* Exercise goal *
Up to and including the line with "import pytest", restate the records below word for word, beginning with their first line.

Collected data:
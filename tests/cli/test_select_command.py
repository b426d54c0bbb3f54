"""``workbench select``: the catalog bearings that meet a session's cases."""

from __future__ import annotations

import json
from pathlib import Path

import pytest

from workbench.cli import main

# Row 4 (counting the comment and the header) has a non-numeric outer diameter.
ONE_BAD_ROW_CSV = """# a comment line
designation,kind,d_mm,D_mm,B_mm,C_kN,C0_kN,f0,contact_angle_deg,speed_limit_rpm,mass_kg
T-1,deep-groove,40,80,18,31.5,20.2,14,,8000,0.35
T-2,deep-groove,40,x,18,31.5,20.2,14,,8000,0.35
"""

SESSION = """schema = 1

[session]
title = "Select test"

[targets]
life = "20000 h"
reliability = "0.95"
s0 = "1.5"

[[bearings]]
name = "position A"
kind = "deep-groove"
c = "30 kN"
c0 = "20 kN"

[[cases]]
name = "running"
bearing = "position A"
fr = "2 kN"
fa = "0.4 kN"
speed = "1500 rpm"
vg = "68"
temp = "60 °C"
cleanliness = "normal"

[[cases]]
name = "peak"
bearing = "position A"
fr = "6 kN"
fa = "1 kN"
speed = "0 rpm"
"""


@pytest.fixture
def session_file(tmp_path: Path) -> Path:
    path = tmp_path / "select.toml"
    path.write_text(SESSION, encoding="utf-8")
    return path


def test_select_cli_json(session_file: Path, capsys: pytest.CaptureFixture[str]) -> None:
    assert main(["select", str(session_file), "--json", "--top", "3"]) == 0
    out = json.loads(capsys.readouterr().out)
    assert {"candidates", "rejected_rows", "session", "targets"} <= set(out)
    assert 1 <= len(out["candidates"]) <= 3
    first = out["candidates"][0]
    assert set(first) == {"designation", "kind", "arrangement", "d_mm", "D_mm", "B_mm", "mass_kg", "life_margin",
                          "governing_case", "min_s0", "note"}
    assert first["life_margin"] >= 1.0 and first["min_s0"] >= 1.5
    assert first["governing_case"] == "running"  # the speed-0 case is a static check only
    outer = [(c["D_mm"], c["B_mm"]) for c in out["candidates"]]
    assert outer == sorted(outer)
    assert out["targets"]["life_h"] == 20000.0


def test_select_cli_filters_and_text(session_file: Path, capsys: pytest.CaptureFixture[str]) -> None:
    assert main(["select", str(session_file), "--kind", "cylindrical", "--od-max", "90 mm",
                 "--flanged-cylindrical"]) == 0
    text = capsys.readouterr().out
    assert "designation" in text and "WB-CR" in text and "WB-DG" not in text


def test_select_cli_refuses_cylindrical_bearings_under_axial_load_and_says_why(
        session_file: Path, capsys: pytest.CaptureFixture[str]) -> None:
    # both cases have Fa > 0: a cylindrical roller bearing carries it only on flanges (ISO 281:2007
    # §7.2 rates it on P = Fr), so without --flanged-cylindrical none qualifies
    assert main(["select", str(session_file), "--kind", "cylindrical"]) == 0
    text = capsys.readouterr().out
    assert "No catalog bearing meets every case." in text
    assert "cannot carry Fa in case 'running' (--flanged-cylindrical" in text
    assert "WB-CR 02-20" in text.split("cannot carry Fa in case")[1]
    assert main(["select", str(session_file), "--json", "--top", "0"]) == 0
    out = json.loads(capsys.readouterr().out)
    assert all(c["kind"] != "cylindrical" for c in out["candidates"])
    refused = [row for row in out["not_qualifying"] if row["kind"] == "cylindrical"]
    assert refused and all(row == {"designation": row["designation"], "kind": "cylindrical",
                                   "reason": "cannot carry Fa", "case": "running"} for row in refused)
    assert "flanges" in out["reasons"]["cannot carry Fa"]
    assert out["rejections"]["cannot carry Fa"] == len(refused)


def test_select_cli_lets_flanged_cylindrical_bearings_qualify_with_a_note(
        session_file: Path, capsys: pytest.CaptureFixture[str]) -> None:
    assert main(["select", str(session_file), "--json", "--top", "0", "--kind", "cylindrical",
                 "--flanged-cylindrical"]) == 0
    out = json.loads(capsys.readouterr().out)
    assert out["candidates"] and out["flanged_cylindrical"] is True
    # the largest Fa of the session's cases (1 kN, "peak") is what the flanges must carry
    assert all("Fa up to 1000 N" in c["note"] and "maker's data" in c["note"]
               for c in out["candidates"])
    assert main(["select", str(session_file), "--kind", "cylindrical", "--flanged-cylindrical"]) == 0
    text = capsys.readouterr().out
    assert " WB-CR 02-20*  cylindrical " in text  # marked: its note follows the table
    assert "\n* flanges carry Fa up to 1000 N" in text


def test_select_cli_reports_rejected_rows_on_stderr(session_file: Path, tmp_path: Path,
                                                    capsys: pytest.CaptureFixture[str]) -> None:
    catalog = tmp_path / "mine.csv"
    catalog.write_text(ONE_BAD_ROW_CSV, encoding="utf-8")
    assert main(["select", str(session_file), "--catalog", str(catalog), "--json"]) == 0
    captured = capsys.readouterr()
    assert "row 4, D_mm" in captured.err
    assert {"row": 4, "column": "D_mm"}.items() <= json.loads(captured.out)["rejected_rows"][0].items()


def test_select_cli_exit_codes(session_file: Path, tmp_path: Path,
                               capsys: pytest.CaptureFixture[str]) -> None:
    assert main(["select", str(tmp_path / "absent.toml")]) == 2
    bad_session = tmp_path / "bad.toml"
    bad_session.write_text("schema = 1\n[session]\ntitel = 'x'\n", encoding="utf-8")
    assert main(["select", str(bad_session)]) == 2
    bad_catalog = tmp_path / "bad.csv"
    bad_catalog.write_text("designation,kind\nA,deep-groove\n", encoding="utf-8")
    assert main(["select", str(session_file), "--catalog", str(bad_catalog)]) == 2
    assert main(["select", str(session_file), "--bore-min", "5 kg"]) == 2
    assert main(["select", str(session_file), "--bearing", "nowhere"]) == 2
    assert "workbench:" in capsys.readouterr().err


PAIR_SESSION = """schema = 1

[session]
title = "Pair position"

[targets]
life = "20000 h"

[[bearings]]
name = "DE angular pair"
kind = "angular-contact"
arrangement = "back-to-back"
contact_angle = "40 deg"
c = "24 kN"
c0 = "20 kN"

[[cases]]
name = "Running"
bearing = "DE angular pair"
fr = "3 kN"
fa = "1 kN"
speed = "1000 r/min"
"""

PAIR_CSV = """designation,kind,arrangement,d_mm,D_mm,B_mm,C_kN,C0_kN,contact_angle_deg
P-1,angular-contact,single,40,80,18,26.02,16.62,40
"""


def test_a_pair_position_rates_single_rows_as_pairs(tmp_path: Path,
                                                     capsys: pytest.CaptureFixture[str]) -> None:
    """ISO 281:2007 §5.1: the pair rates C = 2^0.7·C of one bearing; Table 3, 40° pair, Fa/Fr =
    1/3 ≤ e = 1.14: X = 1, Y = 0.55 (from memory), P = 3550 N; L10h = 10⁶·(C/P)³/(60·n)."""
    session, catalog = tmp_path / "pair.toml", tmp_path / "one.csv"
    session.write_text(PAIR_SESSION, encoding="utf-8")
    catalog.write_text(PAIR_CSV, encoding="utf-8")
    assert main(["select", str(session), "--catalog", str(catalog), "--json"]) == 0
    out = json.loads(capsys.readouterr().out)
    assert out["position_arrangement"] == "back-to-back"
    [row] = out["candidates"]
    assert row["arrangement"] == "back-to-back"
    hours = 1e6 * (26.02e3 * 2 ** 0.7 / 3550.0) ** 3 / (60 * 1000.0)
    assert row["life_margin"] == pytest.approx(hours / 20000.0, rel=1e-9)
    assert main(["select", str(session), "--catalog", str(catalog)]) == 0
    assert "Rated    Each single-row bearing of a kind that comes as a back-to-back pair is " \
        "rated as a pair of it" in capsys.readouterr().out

* Answer section *
filename tests/cli/test_select_command.py
repository b426d54c0bbb3f54
"""``workbench select``: the catalog bearings that meet a session's cases."""

from __future__ import annotations

import json
from pathlib import Path

import pytest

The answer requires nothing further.